# Gesperrte User Freischalten



## hofi15 (2 Mai 2011)

Hallo,

Ich habe das Problem das ich auf einem MP270 zwei gesperrte User habe der admin login funktioniert jedoch noch. Da ich das Programm von dem Panel nicht besitze kann ich auch keine Userdaten neu laden. Des weiteren hat der Hersteller dieser Software keine Übersicht in das Programm eingebaut um die User zu bearbeiten oder neu an zu legen. Gibt es eine möglichkeit im Panel in einer Datei die Userdaten zu verändern?

Ich danke euch für eure hilfe und freue mich schon auf reichliche Info´s!!!

MFG Hofi


----------



## Perfektionist (2 Mai 2011)

da würde ich spontan folgenden Versuch wagen: die Benutzerverwaltung mit Prosave vom Panel holen, auf ein anderes mit Benutzerverwaltung aufspielen, dort bearbeiten, wieder sichern und auf das Original einspielen.

... oder das MP270 hat einen CF-Schacht? dann die Dateien im Filesystem suchen, kopieren, und auf einem PC mit Flex ES eine Runtimesimulation starten und dort mit Benutzerverwaltung usw...


----------



## PN/DP (2 Mai 2011)

hofi15 schrieb:


> Gibt es eine möglichkeit im Panel in einer Datei die Userdaten zu verändern?


Die Benutzerdatei ist *\FLASH\Simatic\pdata.pwl*
Die Datei ist allerdings verschlüsselt und kann nur mit der Benutzerverwaltung in der Runtime bearbeitet werden.
Veränderungen mit anderen Mitteln beschädigen die Datei.

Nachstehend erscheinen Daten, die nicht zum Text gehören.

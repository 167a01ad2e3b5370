//! The first sections: cautions, the verdict, what is taken for granted; and the last: how to run it again, who decides.
use super::value::{Block, Cell, Column, Kind, Row, Section, Table, column};
use crate::margin::Margin;
use crate::quantity::UnitSystem;
use crate::sheet::{CAUTION_LINE, CAUTIONS, LEFT_OUT, Report, governing_words, worst_words};

const FACTS: &[Column] = &[column("name", "about", Kind::Name), column("words", "this sheet", Kind::Words)];

/// The cautions, and the warnings of this run.
pub fn cautions(report: &Report) -> Section {
    let mut blocks = vec![Block::words(CAUTION_LINE), Block::list(CAUTIONS)];
    if !report.estimate.warnings.is_empty() {
        blocks.push(Block::part("Warnings about the numbers of this run"));
        blocks.push(Block::list(&report.estimate.warnings));
    }
    Section::new("cautions", "Cautions", blocks)
}

/// The verdict with the check that governs, and what the sheet is about.
pub fn verdict(report: &Report, margins: &[Margin], system: UnitSystem) -> Section {
    let mut words = governing_words(&report.scenario, margins, system);
    if let Some(worst) = margins.first().and_then(|margin| worst_words(report, margin, system)) {
        words = format!("{words}; {worst}");
    }
    let counts = ["short", "open", "thin", "holds"].map(|word| {
        let count = margins.iter().filter(|margin| margin.verdict.word() == word).count();
        format!("{count} {word}")
    });
    let scenario = &report.scenario;
    let or = |words: &Option<String>| words.clone().unwrap_or_else(|| "not stated".to_owned());
    let facts = [
        ("title", or(&scenario.title)),
        ("notes", or(&scenario.notes)),
        ("file", report.file.clone()),
        ("elevation 0 is", or(&scenario.datum)),
        ("limits", scenario.limits.basis.clone().unwrap_or_else(|| "none named".to_owned())),
        ("checks", counts.join(", ")),
    ];
    Section::new(
        "verdict",
        "Verdict",
        vec![
            Block::Verdict(report.verdict, crate::sheet::clean(&words)),
            Block::words(
                "Holds: the estimate meets the limit. Thin: the typical value meets it, the worst found in the bands does \
                 not. Short: it does not. Open: it cannot be judged, which is never a pass.",
            ),
            facts_table("about", "what this sheet is about", &facts),
        ],
    )
}

/// A table of names with their words.
pub fn facts_table(id: &str, caption: &str, facts: &[(&str, String)]) -> Block {
    let row = |(name, words): &(&str, String)| Row::new(vec![Cell::words(name), Cell::words(words)]);
    Block::Table(Table {
        id: id.to_owned(),
        caption: caption.to_owned(),
        columns: FACTS,
        rows: facts.iter().map(row).collect(),
    })
}

/// What the model takes for granted and what it leaves out.
pub fn assumptions(report: &Report, system: UnitSystem) -> Section {
    let mut blocks = vec![
        Block::list(&report.estimate.assumptions),
        Block::part("What the model leaves out"),
        Block::words(LEFT_OUT),
    ];
    if !report.estimate.validity.is_empty() {
        blocks.push(Block::part("Where the model is not valid for this run"));
        let reasons: Vec<String> = report.estimate.validity.iter().map(|reason| reason.words(system)).collect();
        blocks.push(Block::list(&reasons));
    }
    Section::new("assumptions", "Assumptions and limits of the model", blocks)
}

/// How to make the same sheet again.
pub fn reproduction(report: &Report, command: &str, seed: Option<u64>) -> Section {
    let facts = [
        ("command", command.to_owned()),
        ("version", format!("underfoot {}", env!("CARGO_PKG_VERSION"))),
        ("SHA-256 of the file", report.scenario_sha256.clone()),
        ("seed", seed.map_or_else(|| "none: nothing on this sheet is sampled".to_owned(), |seed| seed.to_string())),
    ];
    Section::new(
        "reproduction",
        "How to make this sheet again",
        vec![
            Block::words("The same file, version and command give the same bytes."),
            facts_table("reproduction", "reproduction", &facts),
        ],
    )
}

/// The block that a person fills in.
pub fn decision() -> Section {
    Section::new(
        "decision",
        "Decision of the competent or licensed person",
        vec![
            Block::words(
                "This sheet decides nothing. The person named here has looked at the real place, the equipment and the \
                 local code, and has the rescue planned.",
            ),
            Block::Blank(&[
                "Name",
                "Qualification, licence number",
                "Date",
                "Rescue plan, where it is kept",
                "Decision and its conditions",
                "Signature",
            ]),
        ],
    )
}
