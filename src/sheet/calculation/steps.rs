//! Steps of a working: symbol, formula, the same with numbers put in, value.
use super::value::{Block, Cell, Column, Kind, Row, Table, column};

const COLUMNS: &[Column] = &[
    column("symbol", "symbol", Kind::Formula),
    column("what", "what", Kind::Name),
    column("formula", "formula", Kind::Formula),
    column("numbers", "with numbers, SI", Kind::Formula),
    column("value", "value", Kind::Number),
];

/// A working under way.
#[derive(Clone, Debug, Default)]
pub struct Steps(Vec<Row>);

impl Steps {
    /// One step with its number in SI.
    pub fn step(&mut self, symbol: &str, what: &str, [formula, numbers]: [&str; 2], value: f64, unit: &'static str) {
        self.row(symbol, what, [formula, numbers], Cell::si(value, unit));
    }
    /// One step whose value is words.
    pub fn word(&mut self, symbol: &str, what: &str, [formula, numbers]: [&str; 2], words: &str) {
        self.row(symbol, what, [formula, numbers], Cell::words(words));
    }
    /// A number that needs no formula.
    pub fn given(&mut self, symbol: &str, what: &str, value: f64, unit: &'static str) {
        self.step(symbol, what, ["", ""], value, unit);
    }
    fn row(&mut self, symbol: &str, what: &str, [formula, numbers]: [&str; 2], value: Cell) {
        self.0.push(Row::new(vec![
            Cell::words(symbol),
            Cell::words(what),
            Cell::words(formula),
            Cell::words(numbers),
            value,
        ]));
    }
    /// The steps as a table.
    pub fn table(self, id: &str, caption: &str) -> Block {
        Block::Table(Table { id: id.to_owned(), caption: caption.to_owned(), columns: COLUMNS, rows: self.0 })
    }
}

Es gibt viele Möglichkeiten, die Password-Datei wieder herzustellen, doch ich vermute mal, keine davon wurde bei Deinem MP270 genutzt bzw. es ist jetzt zu spät dafür.
Hat der Hersteller vielleicht eine Benutzer-Export/Import-Funktion eingebaut?



hofi15 schrieb:


> Da ich das Programm von dem Panel nicht besitze kann ich auch keine Userdaten neu laden. Des weiteren hat der Hersteller dieser Software keine Übersicht in das Programm eingebaut um die User zu bearbeiten oder neu an zu legen.


Wenn der Hersteller Euch nicht eingewiesen hat, daß Ihr Backups erstellen müßt und kein Backup und kein flexible-Quellprojekt übergeben hat, dann den Hersteller zum kostenlosen Wiederherstellen der Funktionalität verdonnern. 
Wenn der Hersteller nicht zügig kooperiert, dann gibt es Möglichkeiten, wie Du die Benutzer selber wieder entsperren kannst (wenn Du dazu berechtigt bist!).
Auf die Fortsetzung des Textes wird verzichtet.